これまでは個人使用の環境下でのクラウドの有用性を説明してきました。しかしこれだけではクラウドが便利というだけで「必要か?」と聞かれればその重要性は低いと思われます。

しかし、クラウドコンピューティングをビジネスや社会イフンフラに導入すれば個人使用よりも多くのメリットにあずかれる可能性が高いのです。

ケース1:クラウドで会議

Time is Money(時は金なり)これは誰もが知っているビジネスにおける慣用句ですね。業務の効率化はビジネスにおいて常に課題とされている事です。

ここで一例としてある会社で次期主力商品の開発会議が行われているとしましょう。これまでは会議室に関係者が集まってホワイトボードやパソコンを使ってプレゼンしながら会議が進められ、決まった事は議事録にまとめられ、やがて全社員へと通達されるのが通例でした。会議から下知までいくつものステップを踏む必要があり時間も相当かかっていた事になります。

ところがクラウドを導入する事で開発会議の模様をビデオカメラと手元のパソコンのウェブカメラを用いて撮影する事で会議の全ての模様を社員のデスクの端末で確認する事が出来ます。しかもアーカイブとして保存しておけば何時でもその会議が撮影された動画ファイルにアクセスする事が出来るのです。

出張先の支社の会議でも本社での開発会議の全容を見せながらプレゼンする事が可能となります。

更に進めばパソコン上に仮想の会議室を作れば会議室すら必要なくなりますね。これは今の技術でも十分に可能な事です。そうすれば社屋のダウンサイジングも可能ですし、全国各地に散らばっている支社の重役を集めるための交通費や宿泊代などのコストや時間も大幅に圧縮する事が可能です。

 

ケース2:社会インフラとクラウド

これまでの説明で個人使用やビジネスシーンにおいてもクラウドの持つ優位性というのはある程度理解していただけたと思います。ここでは更に踏み込んで社会全体の構造にクラウドを導入してみた場合のことを想定してみましょう。例としてはあなたが病院にかかった場合を挙げてみます。

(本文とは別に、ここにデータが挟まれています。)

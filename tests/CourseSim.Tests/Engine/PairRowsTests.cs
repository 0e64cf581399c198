using CourseSim.Engine;
using Xunit;

namespace CourseSim.Tests.Engine;

/// <summary>The rules' pair rows (foreseen conflicts, boards touching), which replaced a dictionary in the lookout's per-neighbour loop (issue 17, item 6).</summary>
public class PairRowsTests
{
    /// <summary>
    /// 20,000 random adds, sets, removes and row trims over 12 boards, from rows with room for 2 (so rows fill and grow several
    /// times), answer every look-up as a dictionary keyed by the pair does; a copy taken midway keeps its own entries.
    /// </summary>
    [Fact]
    public void RandomOperationsAnswerAsADictionaryDoesThroughGrowthAndCopies()
    {
        const int n = 12;
        var rows = new PairRows<int>(n, 2);
        var model = new Dictionary<(int, int), int>();
        var rng = new System.Random(17);
        PairRows<int>? copy = null; Dictionary<(int, int), int>? copyModel = null;
        for (int step = 0; step < 20_000; step++)
        {
            int a = rng.Next(n), b = rng.Next(n), v = rng.Next(1000);
            switch (rng.Next(5))
            {
                case 0: rows.Set(a, b, v); model[(a, b)] = v; break;
                case 1: Assert.Equal(model.TryAdd((a, b), v), rows.Add(a, b, v)); break;
                case 2: Assert.Equal(model.Remove((a, b)), rows.Remove(a, b)); break;
                case 3 when step % 7 == 0:
                {
                    // Keep only the entries of row a whose other board is in a random set (the lookout's neighbours).
                    int[] keep = Enumerable.Range(0, n).Where(_ => rng.Next(3) != 0).ToArray();
                    var gone = model.Keys.Where(k => k.Item1 == a && !keep.Contains(k.Item2)).ToList();
                    foreach (var k in gone) model.Remove(k);
                    Assert.Equal(gone.Count, rows.KeepOnly(a, keep));
                    break;
                }
                default:
                    Assert.Equal(model.TryGetValue((a, b), out int want), rows.TryGet(a, b, out int got));
                    Assert.Equal(want, got);
                    Assert.Equal(model.ContainsKey((a, b)), rows.Contains(a, b));
                    break;
            }
            Assert.Equal(model.Count, rows.Count);
            if (step == 10_000) { copy = new PairRows<int>(rows); copyModel = new(model); }
        }
        for (int a = 0; a < n; a++)
        {
            Assert.Equal(model.Keys.Count(k => k.Item1 == a), rows.RowCount(a));
            for (int b = 0; b < n; b++)
            {
                Assert.Equal(copyModel!.TryGetValue((a, b), out int want), copy!.TryGet(a, b, out int got));
                Assert.Equal(want, got);
            }
        }
    }
}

日本は病院にかかる時に保険証を窓口で提示して医療費全体の3割を自己負担するという国民皆保険制度が導入されています。しかしあなたは毎日病院に行く事を前提として出かける時に保険証を持ち歩くでしょうか?中にはそういう慎重な人もいるかもしれませんが、大抵の人はそうではないでしょう。保険証は家族も使うものなので一家に一枚が基本的です。

したがって通常は自宅で保管しているのが普通ですね。ところが病気や怪我は時間と場所を選んでくれません。突然の腹痛や風邪の症状を覚えても保険証を持っていなければその場では一時的に医療費を全額負担して後日保険証を持参して清算するという事になります。

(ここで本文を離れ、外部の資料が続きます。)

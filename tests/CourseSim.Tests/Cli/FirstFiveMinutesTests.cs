using CourseSim.Cli.Commands;
using CourseSim.Cli.Output;
using CourseSim.Engine;
using CourseSim.Experiments;

namespace CourseSim.Tests.Cli;

/// <summary>The commands a newcomer meets first: help, tactics, keys, init, and tables that fit the terminal.</summary>
public class FirstFiveMinutesTests
{
    static (int Code, string Out, string Err) Cli(params string[] args)
    {
        var o = new StringWriter(); var e = new StringWriter();
        int code = CourseSim.Cli.Program.Run(args, o, e);
        return (code, o.ToString(), e.ToString());
    }

    [Fact]
    public void AloneItPrintsHelpListingEveryCommand()
    {
        var r = Cli();
        Assert.Equal(0, r.Code);
        Assert.Equal("", r.Err);
        foreach (var c in new[] { "polar", "wind", "race", "batch", "view", "tactics", "keys", "init" }) Assert.Contains(c, r.Out);
    }

    [Fact]
    public void TacticsListsEveryBuiltInTacticWithItsParametersAndRanges()
    {
        var r = Cli("tactics");
        Assert.Equal(0, r.Code);
        foreach (var t in CourseSim.Agents.BuiltInTactics.All)
        {
            Assert.Contains(t.Name, r.Out);
            foreach (var p in t.Params) Assert.Contains("params." + p.Name, r.Out);
        }
        var one = Cli("tactics", "header-tack");
        Assert.Contains("params.header_deg = 5   (1 to 45)", one.Out);
        Assert.Equal(2, Cli("tactics", "no-such").Code);
    }

    [Fact]
    public void KeysComeFromTheSchemasThatValidate()
    {
        var all = Cli("keys", "equipment");
        Assert.Equal(0, all.Code);
        foreach (var k in CourseSim.Equilibrium.EquipmentFile.Schema.Keys.Keys) Assert.Contains(k, all.Out);
        var one = Cli("keys", "equipment", "sail.area_m2");
        Assert.Contains("unit:    m2", one.Out);
        Assert.Contains("range:   2 to 13", one.Out);
        Assert.Contains("default: 7", one.Out);
        Assert.Contains("boards.*.tactic", Cli("keys", "scenario", "boards.maren.tactic").Out);
        Assert.Contains("wind.speed_kn", Cli("keys", "wind").Out);
        var bad = Cli("keys", "equipment", "sail.area");
        Assert.Equal(2, bad.Code);
        Assert.Contains("sail.area_m2", bad.Err);
        Assert.Equal(2, Cli("keys", "boat").Code);
        Assert.Equal("kn/h", KeysCommand.Unit("wind.ramp_kn_per_hour"));
        Assert.Equal("-", KeysCommand.Unit("rider.skill"));
    }

    [Fact]
    public void InitWritesFilesThatLoadAsTheyAreAndNeverOverwrites()
    {
        string dir = Path.Combine(Directory.CreateTempSubdirectory("cs-init-").FullName, "mine");
        var r = Cli("init", "experiment", dir);
        Assert.True(r.Code == 0, r.Err);
        var spec = ExperimentFile.Load(Path.Combine(dir, "experiment.toml"));
        Assert.Equal(2, spec.Variants.Count);
        Assert.Equal("header-tack", spec.Variants[1].Setup.Boards.Single(b => b.Id == "jonna").Tactic);
        var setup = ScenarioFile.LoadRace(Path.Combine(dir, "scenario.toml"));
        Assert.Equal("Ostrin Sound", setup.VenueName);
        Assert.Equal(2, setup.Boards.Count);
        string text = File.ReadAllText(Path.Combine(dir, "scenario.toml"));
        Assert.Contains("# mean true wind speed at 10 m, kn (0 to 45; default 14)\nspeed_kn = 13", text);
        var again = Cli("init", "scenario", dir);
        Assert.Equal(2, again.Code);
        Assert.Contains("already exist", again.Err);
        Assert.Equal(text, File.ReadAllText(Path.Combine(dir, "scenario.toml")));
        string eq = Path.Combine(Directory.CreateTempSubdirectory("cs-init-").FullName, "rig");
        Assert.Equal(0, Cli("init", "equipment", eq).Code);
        Assert.Equal("My rig: 7.0 m2 freeride", CourseSim.Equilibrium.EquipmentFile.Load(Path.Combine(eq, "my-rig.toml")).Name);
        Assert.Equal(2, Cli("init", "boat", eq).Code);
    }

    [Fact]
    public void ATooWideTableLeavesOutWholeColumnsNeverDigits()
    {
        // Forty rows like the 40-board race's: at 120 columns the legs column goes, every elapsed time stays whole.
        var rows = Enumerable.Range(1, 40).Select(i => new[] { i.ToString(), $"Rider Number {i}", $"11:{i % 60:00}.{i % 10}", $"+1:{i % 60:00}.0",
            "3:47 0:36 2:45 0:56 0:15 3:47 0:36 2:45 0:56 0:15", "3.68", "14.3", $"{i}/11/{i % 3}", i % 7 == 0 ? "penalty turn x1" : "" }).ToList();
        FitColumn[] cols = [new("place", true, 0), new("board", false, 0), new("elapsed", true, 0), new("gap", true, 3), new("legs (m:ss)", false, 5),
            new("km", true, 4), new("avg kn", true, 2), new("T/G/F", true, 1), new("notes", false, 0, Wraps: true)];
        foreach (int width in new[] { 200, 120, 80, 60 })
        {
            var console = Spectre.Console.AnsiConsole.Create(new Spectre.Console.AnsiConsoleSettings
                { Out = new Spectre.Console.AnsiConsoleOutput(new StringWriter()), Ansi = Spectre.Console.AnsiSupport.No });
            console.Profile.Width = width;
            var table = TableFit.Build("t", cols, rows, width, out var dropped);
            var w = new StringWriter();
            var c2 = Spectre.Console.AnsiConsole.Create(new Spectre.Console.AnsiConsoleSettings { Out = new Spectre.Console.AnsiConsoleOutput(w), Ansi = Spectre.Console.AnsiSupport.No });
            c2.Profile.Width = width;
            c2.Write(table);
            string text = w.ToString();
            Assert.All(text.Split('\n'), l => Assert.True(l.TrimEnd().Length <= width, $"{width}: '{l}'"));
            foreach (var r in rows)
            {
                Assert.Contains(r[2], text); // elapsed, whole
                if (!dropped.Contains("T/G/F")) Assert.Contains(r[7], text);
            }
            if (width >= 200) Assert.Empty(dropped);
            if (width == 120) Assert.Contains("legs (m:ss)", dropped);
        }
    }
}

ところが保険証の情報がクラウド化されていればどうでしょう?あなたは日頃から持ち歩くスマートフォンであなたの保険情報にアクセスして提示すれば3割の自己負担で診察を受ける事が出来ます。またあなたの保険情報に過去の病歴を関連づけておけば違う医療機関でも最適な治療がスムーズに受けられる事になります。

その他にも住民票や印鑑証明などもわざわざ役所に足を運ばなくても必要な時にスマートフォンで申請をして発行してもらう事が24時間可能となるかもしれないのです。このようにクラウドは新たな社会インフラを構築するために不可欠なテクノロジーなのです。